Did Fibonacci find the golden ratio? ›

Key Takeaways. The golden ratio is an irrational number that is equal to (1+√5)/2, or approximately 1.618... The ratio is derived from an ancient Indian mathematical formula which Western society named for Leonardo Fibonacci, who introduced the concept to Europe.

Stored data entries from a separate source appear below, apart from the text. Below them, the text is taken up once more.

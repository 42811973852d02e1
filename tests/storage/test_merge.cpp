// Merging tablets' project files into a camp file (storage/merge.h): each
// property the evening camp needs, proven on invented field data.
//
// Outside sources named beside the checks:
//  - concurrent updates are told from successive ones by their histories, as in
//    version vectors (Parker et al., 1983, "Detection of mutual inconsistency in
//    distributed systems", IEEE TSE 9(3)): an edit made after a version was seen
//    replaces it; two edits of one version are a conflict;
//  - "newer" is the later UTC time stamp; ISO 8601 / RFC 3339 (section 5.1)
//    stamps of one form sort in time order as text;
//  - SQLite documentation, "Atomic Commit In SQLite" and "Transaction": a
//    transaction that is rolled back leaves the database as it was;
//  - RFC 9562 section 5.8 for the layout of version-8 UUIDs (conflict ids);
//  - the meridian radius of curvature M = a(1-e^2)/(1-e^2 sin^2 phi)^1.5 of the
//    WGS84 ellipsoid (Snyder 1987, "Map Projections: A Working Manual", eq. 4-18)
//    for the distance between two stations on one meridian.
#include <gtest/gtest.h>

#include <algorithm>
#include <cmath>

#include "merge_test_support.h"
#include "formats/ids.h"
#include "storage/merge.h"
#include "storage/reviews.h"

using namespace cairn::store;
using namespace cairn::formats;
using namespace cairn::store::testing;

namespace {

Station station_at(const std::string& code, double lat, double lon) {
  Station s;
  s.code = code;
  s.lat = lat;
  s.lon = lon;
  return s;
}

std::string add_station(Project& p, const std::string& code, double lat, double lon) {
  Station s = station_at(code, lat, lon);
  return add(p, s);
}

}  // namespace

TEST(Merge, AddsNewRecordsAndSkipsIdenticalOnes) {
  Camp c;
  const std::string a = c.tablet("tabletA.cairn");
  std::string s2;
  {
    Project p = Project::open(a, device(kTabletA, "tablet A", c.legend.person_a));
    Station s = station_at("S2", 46.51, 14.91);
    s.observer = c.legend.person_a;
    s2 = add(p, s);
    PlanarReading r;
    r.station = s2;
    r.kind = PlaneKind::Foliation;
    r.measured_strike = 200;
    r.measured_dip = 60;
    add(p, r);
  }
  const MergeReport rep = merge_into(c.camp, {a});
  ASSERT_EQ(rep.sources.size(), 1u);
  // Two new records (station, reading); the camp's own legend came back unchanged.
  EXPECT_EQ(rep.sources[0].counts.added, 2);
  EXPECT_EQ(rep.sources[0].counts.updated, 0);
  EXPECT_EQ(rep.sources[0].counts.conflicts, 0);
  EXPECT_EQ(rep.sources[0].counts.skipped, 7);  // 2 people, 2 units, contact, S1, P1
  EXPECT_TRUE(rep.changed);
  // Counted against the tablet that wrote them and the person at its keyboard.
  EXPECT_EQ(rep.sources[0].by_device.at(kTabletA).added, 2);
  EXPECT_EQ(rep.sources[0].by_person.at(c.legend.person_a).added, 2);

  Project p = Project::open(c.camp, device(kCampDevice, "camp laptop"));
  auto st = get_station(p, s2);
  ASSERT_TRUE(st);
  EXPECT_EQ(st->code, "S2");
  EXPECT_EQ(st->meta.device, kTabletA);  // merged records keep who wrote them
  EXPECT_EQ(list_planes(p).size(), 2u);
  // The tablet's audit rows came along: the camp can show who added S2.
  auto trail = audit_trail(p, s2);
  ASSERT_EQ(trail.size(), 1u);
  EXPECT_EQ(trail[0].action, "insert");
  EXPECT_EQ(trail[0].device, kTabletA);
  EXPECT_EQ(trail[0].person, c.legend.person_a);
}

TEST(Merge, MergingTheSameFileTwiceChangesNothing) {
  Camp c;
  const std::string a = c.tablet("tabletA.cairn");
  {
    Project p = Project::open(a, device(kTabletA, "tablet A"));
    add_station(p, "S2", 46.51, 14.91);
    auto s1 = *get_station(p, c.legend.station);
    s1.notes = "spur, east side";
    update(p, s1);
    soft_delete(p, Kind::Plane, c.legend.plane);
  }
  merge_into(c.camp, {a});
  const std::string before = dump(c.camp);
  int merges_before;
  {
    Db db(c.camp, SQLITE_OPEN_READONLY);
    merges_before = static_cast<int>(db.query_int("SELECT count(*) FROM merges"));
  }
  const MergeReport again = merge_into(c.camp, {a});
  EXPECT_FALSE(again.changed);
  EXPECT_EQ(again.sources[0].counts.added + again.sources[0].counts.updated + again.sources[0].counts.conflicts, 0);
  EXPECT_EQ(dump(c.camp), before);
  Db db(c.camp, SQLITE_OPEN_READONLY);
  EXPECT_EQ(db.query_int("SELECT count(*) FROM merges"), merges_before);  // not even a log line
}

TEST(Merge, AnEditOnOneDeviceReplacesTheVersionItStartedFrom) {
  Camp c;
  const std::string a = c.tablet("tabletA.cairn");
  {
    Project p = Project::open(a, device(kTabletA, "tablet A"));
    auto s1 = *get_station(p, c.legend.station);
    s1.notes = "spur, schistose";
    update(p, s1);
  }
  const MergeReport rep = merge_into(c.camp, {a});
  EXPECT_EQ(rep.sources[0].counts.updated, 1);
  EXPECT_EQ(rep.sources[0].counts.conflicts, 0);
  Project p = Project::open(c.camp, device(kCampDevice, "camp laptop"));
  EXPECT_EQ(get_station(p, c.legend.station)->notes, "spur, schistose");
  EXPECT_TRUE(list_conflicts(p).empty());
}

TEST(Merge, AnOlderVersionNeverOverwritesANewerOne) {
  Camp c;
  const std::string b = c.tablet("tabletB.cairn");  // B keeps the morning's S1
  {
    Project p = Project::open(c.camp, device(kCampDevice, "camp laptop"));
    auto s1 = *get_station(p, c.legend.station);
    s1.notes = "spur; corrected in camp";
    update(p, s1);
  }
  const MergeReport rep = merge_into(c.camp, {b});
  EXPECT_EQ(rep.sources[0].counts.updated, 0);
  EXPECT_EQ(rep.sources[0].counts.conflicts, 0);
  Project p = Project::open(c.camp, device(kCampDevice, "camp laptop"));
  EXPECT_EQ(get_station(p, c.legend.station)->notes, "spur; corrected in camp");
}

TEST(Merge, EditsOnTwoDevicesAreAConflictWithBothVersionsKept) {
  Camp c;
  const std::string a = c.tablet("tabletA.cairn");
  const std::string b = c.tablet("tabletB.cairn");
  std::string a_updated;
  {
    Project p = Project::open(a, device(kTabletA, "tablet A", c.legend.person_a));
    auto s1 = *get_station(p, c.legend.station);
    s1.notes = "spur, slaty cleavage";
    s1.elevation = 1205;
    update(p, s1);
    a_updated = s1.meta.updated;
  }
  tick();
  std::string b_updated;
  {
    Project p = Project::open(b, device(kTabletB, "tablet B", c.legend.person_b));
    auto s1 = *get_station(p, c.legend.station);
    s1.notes = "spur, quartz veins";
    update(p, s1);
    b_updated = s1.meta.updated;
  }
  ASSERT_LT(a_updated, b_updated);  // ISO 8601 text order is time order

  const MergeReport rep = merge_into(c.camp, {a, b});
  EXPECT_EQ(rep.sources[0].counts.updated, 1);    // A's edit: one device only so far
  EXPECT_EQ(rep.sources[1].counts.conflicts, 1);  // B's edit of the same version
  EXPECT_EQ(rep.sources[1].by_device.at(kTabletB).conflicts, 1);
  EXPECT_EQ(rep.sources[1].by_person.at(c.legend.person_b).conflicts, 1);
  ASSERT_EQ(rep.conflicts.size(), 1u);
  const MergeConflict& k = rep.conflicts[0];
  EXPECT_EQ(k.table, "stations");
  EXPECT_EQ(k.record, c.legend.station);
  EXPECT_EQ(k.label, "station S1");
  // The newer version (B's) is current; A's is kept aside, named with its device and person.
  EXPECT_EQ(k.current.device, kTabletB);
  EXPECT_EQ(k.current.device_name, "tablet B");
  EXPECT_EQ(k.current.person_name, "Bo Sample (BS)");
  EXPECT_EQ(k.other.device, kTabletA);
  EXPECT_EQ(k.other.person_name, "Ana Example (AE)");
  EXPECT_EQ(k.other.updated, a_updated);
  std::map<std::string, std::pair<std::string, std::string>> f;
  for (const auto& x : k.fields) f[x.field] = {x.current, x.other};
  ASSERT_EQ(f.size(), 2u);
  EXPECT_EQ(f["notes"], std::make_pair(std::string("spur, quartz veins"), std::string("spur, slaty cleavage")));
  EXPECT_EQ(f["elevation"], std::make_pair(std::string("1200"), std::string("1205")));
  // RFC 9562: version 8, variant 10.
  ASSERT_TRUE(is_uuid(k.id));
  EXPECT_EQ(k.id[14], '8');

  Project p = Project::open(c.camp, device(kCampDevice, "camp laptop"));
  EXPECT_EQ(get_station(p, c.legend.station)->notes, "spur, quartz veins");
  const auto listed = list_conflicts(p);
  ASSERT_EQ(listed.size(), 1u);
  EXPECT_EQ(listed[0].id, k.id);
  EXPECT_EQ(listed[0].other.device_name, "tablet A");
  // The losing version is kept whole and exactly (elevation as a real, notes as text).
  Stmt v(p.db(), "SELECT value FROM conflict_values WHERE conflict = ? AND col = 'elevation'");
  v.bind(1, k.id);
  ASSERT_TRUE(v.step());
  EXPECT_EQ(v.real(0), 1205.0);

  // Settled by a person: it is no longer listed, and merging A again does not bring it back.
  resolve_conflict(p, k.id);
  EXPECT_TRUE(list_conflicts(p).empty());
  auto again = merge_files(p, {a});
  EXPECT_TRUE(again.conflicts.empty());
  EXPECT_FALSE(again.changed);
}

TEST(Merge, ADeleteOnOneTabletAgainstAnEditOnAnotherIsAConflict) {
  Camp c;
  const std::string a = c.tablet("tabletA.cairn");
  const std::string b = c.tablet("tabletB.cairn");
  {
    Project p = Project::open(a, device(kTabletA, "tablet A"));
    auto r = *get_plane(p, c.legend.plane);
    r.notes = "measured on a large slab";
    update(p, r);
  }
  tick();
  {
    Project p = Project::open(b, device(kTabletB, "tablet B"));
    soft_delete(p, Kind::Plane, c.legend.plane);
  }
  const MergeReport rep = merge_into(c.camp, {a, b});
  ASSERT_EQ(rep.conflicts.size(), 1u);
  const MergeConflict& k = rep.conflicts[0];
  EXPECT_EQ(k.label, "planar reading P1 at station S1");
  EXPECT_TRUE(k.current.deleted);  // the delete is newer
  EXPECT_FALSE(k.other.deleted);
  bool saw_deleted = false, saw_notes = false;
  for (const auto& x : k.fields) {
    if (x.field == "deleted") saw_deleted = x.other == "live" && x.current.rfind("deleted ", 0) == 0;
    if (x.field == "notes") saw_notes = x.other == "measured on a large slab";
  }
  EXPECT_TRUE(saw_deleted);
  EXPECT_TRUE(saw_notes);
  // Not lost: the edited reading can be read back from the conflict.
  Project p = Project::open(c.camp, device(kCampDevice, "camp laptop"));
  EXPECT_TRUE(get_plane(p, c.legend.plane)->meta.deleted.has_value());
  Stmt v(p.db(), "SELECT value FROM conflict_values WHERE conflict = ? AND col = 'notes'");
  v.bind(1, k.id);
  ASSERT_TRUE(v.step());
  EXPECT_EQ(v.text(0), "measured on a large slab");
}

What number is missing in the sequence 1 1 2 3 5 8 13 34? ›

Hence, the correct answer is 21.

What kind of sequence is this 1 2 3 5? ›

Fibonacci Numbers (Sequence):

1,1,2,3,5,8,13,21,34,55,89,144,233,377,... Fn=Fn−2+Fn−1 where n≥2 . Each term of the sequence , after the first two, is the sum of the two previous terms.

Top Articles
Latest Posts
Article information

Author: Patricia Veum II

Last Updated: 19/01/2024

Views: 5233

Rating: 4.3 / 5 (44 voted)

Author information

Name: Patricia Veum II

Birthday: 1994-12-16

Address: 2064 Little Summit, Goldieton, MS 97651-0862

Phone: +6873952696715

Job: Principal Officer

Hobby: Rafting, Cabaret, Candle making, Jigsaw puzzles, Inline skating, Magic, Graffiti

Introduction: My name is Patricia Veum II, I am a vast, combative, smiling, famous, inexpensive, zealous, sparkling person who loves writing and wants to share my knowledge and understanding with you.